*Source data:*
fn sentences(s: &EccentricityStatement, context: &AuditContext) -> Vec<String> {
    // The model side's opening lines (excess scatter, marginal detections) come first.
    let mut out: Vec<String> = context
        .notes
        .iter()
        .map(|n| {
            let n = n.trim();
            if n.ends_with('.') {
                n.to_string()
            } else {
                format!("{n}.")
            }
        })
        .collect();
    if context.n_companions > 1 {
        out.push(format!(
            "This statement is about companion {} of {} (P = {:.4} d).",
            context.companion, context.n_companions, s.fitted.period
        ));
    }
    let rec = s
        .recommended
        .as_ref()
        .and_then(|name| s.rows.iter().find(|r| &r.name == name));
    match rec {
        Some(r) => {
            let value = r.value.unwrap_or(f64::NAN);
            let interval = r.interval.map_or("not available".to_string(), |i| {
                interval_text(&i, r.interval_errors.as_ref())
            });
            let prior = if r.prior.starts_with("none") {
                String::new()
            } else {
                format!(" under a {} prior", r.prior)
            };
            out.push(format!(
                "The {}{prior} gives e = {value:.3}; its 95% confidence interval, calibrated by \
                 simulations of these {} epochs and uncertainties, is {interval}.",
                r.label, s.n_epochs
            ));
            // Three decimals only when the Monte-Carlo error supports them (as the ends).
            let bias = if r.bias_standard_error <= 0.005 {
                format!("{:+.3} ± {:.3}", r.bias, r.bias_standard_error)
            } else {
                format!("{:+.2} ± {:.2}", r.bias, r.bias_standard_error)
            };
            out.push(format!(
                "At this sampling it is biased by {bias} at a true e = {} ({} simulations).",
                grid_value(r.at_true_e),
                r.n_at_true_e
            ));
        }
        None => out.push(match chosen_name(s) {
            Some(name) => format!(
                "The chosen estimator ({name}) gave no value that can be quoted for these data \
                 (see the table)."
            ),
            None => "No estimator gave a value that can be quoted for these data (see the table)."
                .into(),
        }),
    }
    if let Some(d) = &s.decision {
        out.push(format!(
            "Against {} simulated circular orbits, a circular orbit is {}excluded at the 5% level \
             (p = {:.3} ± {:.3}{}).",
            d.p.n,
            if d.circular_excluded { "" } else { "not " },
            d.p.value,
            d.p.standard_error,
            if d.resolved {
                ""
            } else {
                "; the simulations do not resolve p from 0.05"
            }
        ));
    }
    out
}
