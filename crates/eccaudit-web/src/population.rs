//! The population of e in the page: the inference from saved posterior draws (run in a worker by `www/population-worker.js`), its text, JSON and CSV, and its two figures on canvas or as SVG, all from `eccaudit_core::population` and `eccaudit_plot`.

use eccaudit_core::audit::AuditSettings;
use eccaudit_core::fit::FitData;
use eccaudit_core::population::{
    infer_population, kipping_2013_marks, parse_samples_ecsv, population_csv, samples_file_name,
    survey_table_samples, write_samples_ecsv, PopulationSettings,
};
use eccaudit_core::sampler::Steer;
use eccaudit_core::table::parse_table;
use eccaudit_plot::{BetaParameterFigure, PopulationDensityFigure, POPULATION_FIGURE_SIZE};
use serde::Deserialize;
use serde_json::Value;
use wasm_bindgen::prelude::*;
use web_sys::HtmlCanvasElement;

use crate::js_error;
use crate::render::{on_canvas, to_svg};

/// One saved-draws file as the page read it.
#[derive(Deserialize)]
struct SamplesFile {
    name: String,
    text: String,
}

/// Most files one population takes in the page (a bound on what a dropped folder allocates).
const MAX_FILES: usize = 5000;

/// The population report of the saved draws in `files_json` (`[{name, text}, …]`, in the
/// order given) with the command line's defaults and `seed`: `{json, text, csv}` — the bytes
/// `eccaudit population --out` writes as population.json and population.csv, and its text
/// summary. A malformed file is an error naming the file, line and column.
#[wasm_bindgen(js_name = populationFromSamples)]
pub fn population_from_samples(files_json: &str, seed: u32) -> Result<JsValue, JsValue> {
    let files: Vec<SamplesFile> = serde_json::from_str(files_json).map_err(js_error)?;
    if files.len() > MAX_FILES {
        return Err(js_error(format!(
            "{} files: the page takes at most {MAX_FILES} (use eccaudit population)",
            files.len()
        )));
    }
    let samples = files
        .iter()
        .map(|f| parse_samples_ecsv(&f.text, &f.name))
        .collect::<Result<Vec<_>, _>>()
        .map_err(js_error)?;
    let defaults = PopulationSettings::default();
    let settings = PopulationSettings {
        sampler: eccaudit_core::sampler::SamplerSettings {
            seed: u64::from(seed),
            ..defaults.sampler
        },
        ..defaults
    };
    let report =
        infer_population(&samples, &settings, &mut || Steer::Continue).map_err(js_error)?;
    let out = js_sys::Object::new();
    let set = |key: &str, value: String| {
        js_sys::Reflect::set(&out, &key.into(), &value.into()).map(|_| ())
    };
    set(
        "json",
        serde_json::to_string_pretty(&report).map_err(js_error)?,
    )?;
    set("text", report.to_string())?;
    set("csv", population_csv(&report))?;
    Ok(out.into())
}

/// The posterior draws the survey saves for one table (the bytes `eccaudit survey
/// --save-samples SPEC` writes), as JSON `[{name, text}, …]`, one file per companion named
/// `FOLDER/posterior-e.ecsv` (or `-cN` with several): the table read with the audit settings'
/// units and time convention, the posterior under `spec` with their model and seed. Meant for a
/// worker.
#[wasm_bindgen(js_name = surveySamples)]
pub fn survey_samples(
    table_text: &str,
    source_name: &str,
    folder: &str,
    settings_json: &str,
    spec: &str,
) -> Result<String, JsValue> {
    let settings = AuditSettings::from_json(settings_json).map_err(js_error)?;
    let options = settings.read.options(source_name);
    let table = parse_table(table_text, &options).map_err(js_error)?;
    let data = FitData::from_table(&table);
    let samples = survey_table_samples(&data, source_name, &settings, spec).map_err(js_error)?;
    let files: Vec<serde_json::Value> = samples
        .iter()
        .map(|s| {
            serde_json::json!({
                "name": format!("{folder}/{}", samples_file_name(s.companion, settings.model.companions)),
                "text": write_samples_ecsv(s),
            })
        })
        .collect();
    serde_json::to_string(&files).map_err(js_error)
}

fn numbers(v: &Value) -> Vec<f64> {
    v.as_array()
        .map(|a| a.iter().map(|x| x.as_f64().unwrap_or(f64::NAN)).collect())
        .unwrap_or_default()
}

fn parse(report_json: &str) -> Result<Value, JsValue> {
    serde_json::from_str(report_json).map_err(|e| js_error(format!("population report: {e}")))
}

/// The density figure from a report's JSON (the fields `population_density_figure` reads).
fn density_figure(report_json: &str) -> Result<PopulationDensityFigure, JsValue> {
    let v = parse(report_json)?;
    let d = &v["beta"]["density"];
    Ok(PopulationDensityFigure {
        e: numbers(&d["e"]),
        median: numbers(&d["median"]),
        band68: (numbers(&d["lower68"]), numbers(&d["upper68"])),
        band95: (numbers(&d["lower95"]), numbers(&d["upper95"])),
        histogram_median: numbers(&v["histogram"]["density"]["median"]),
        stars: v["stars"]
            .as_array()
            .map(|stars| {
                stars
                    .iter()
                    .filter(|s| s["used"] == Value::Bool(true))
                    .map(|s| numbers(&s["draw_density"]))
                    .collect()
            })
            .unwrap_or_default(),
    })
}

/// The (a, b) figure from a report's JSON, Kipping's (2013) values marked.
fn beta_figure(report_json: &str) -> Result<BetaParameterFigure, JsValue> {
    let v = parse(report_json)?;
    let draws = v["beta"]["draws"]
        .as_array()
        .map(|d| {
            d.iter()
                .map(|p| {
                    let p = numbers(p);
                    (
                        p.first().copied().unwrap_or(f64::NAN),
                        p.get(1).copied().unwrap_or(f64::NAN),
                    )
                })
                .collect()
        })
        .unwrap_or_default();
    Ok(BetaParameterFigure {
        draws,
        marks: kipping_2013_marks(),
    })
}

/// Draws the population density over each star's posterior on `canvas`.
#[wasm_bindgen(js_name = drawPopulationDensity)]
pub fn draw_population_density(
    report_json: &str,
    canvas: HtmlCanvasElement,
) -> Result<(), JsValue> {
    on_canvas(&density_figure(report_json)?, canvas)
}

/// The same figure as SVG text (`width` × `height` pixels).
#[wasm_bindgen(js_name = drawPopulationDensitySvg)]
pub fn draw_population_density_svg(
    report_json: &str,
    width: u32,
    height: u32,
) -> Result<String, JsValue> {
    to_svg(&density_figure(report_json)?, width, height)
}

/// Draws the (a, b) posterior of the Beta population on `canvas`.
#[wasm_bindgen(js_name = drawPopulationBeta)]
pub fn draw_population_beta(report_json: &str, canvas: HtmlCanvasElement) -> Result<(), JsValue> {
    on_canvas(&beta_figure(report_json)?, canvas)
}

/// The same figure as SVG text.
#[wasm_bindgen(js_name = drawPopulationBetaSvg)]
pub fn draw_population_beta_svg(
    report_json: &str,
    width: u32,
    height: u32,
) -> Result<String, JsValue> {
    to_svg(&beta_figure(report_json)?, width, height)
}

/// Size in pixels of both population figures, `[width, height]`.
#[wasm_bindgen(js_name = populationFigureSize)]
pub fn population_figure_size() -> Vec<u32> {
    vec![POPULATION_FIGURE_SIZE.0, POPULATION_FIGURE_SIZE.1]
}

*Goal of the exercise:* Which lines of the data contain the string "model"? Copy each one.

*Your response:*
    // The model side's opening lines (excess scatter, marginal detections) come first.
/// units and time convention, the posterior under `spec` with their model and seed. Meant for a
                "name": format!("{folder}/{}", samples_file_name(s.companion, settings.model.companions)),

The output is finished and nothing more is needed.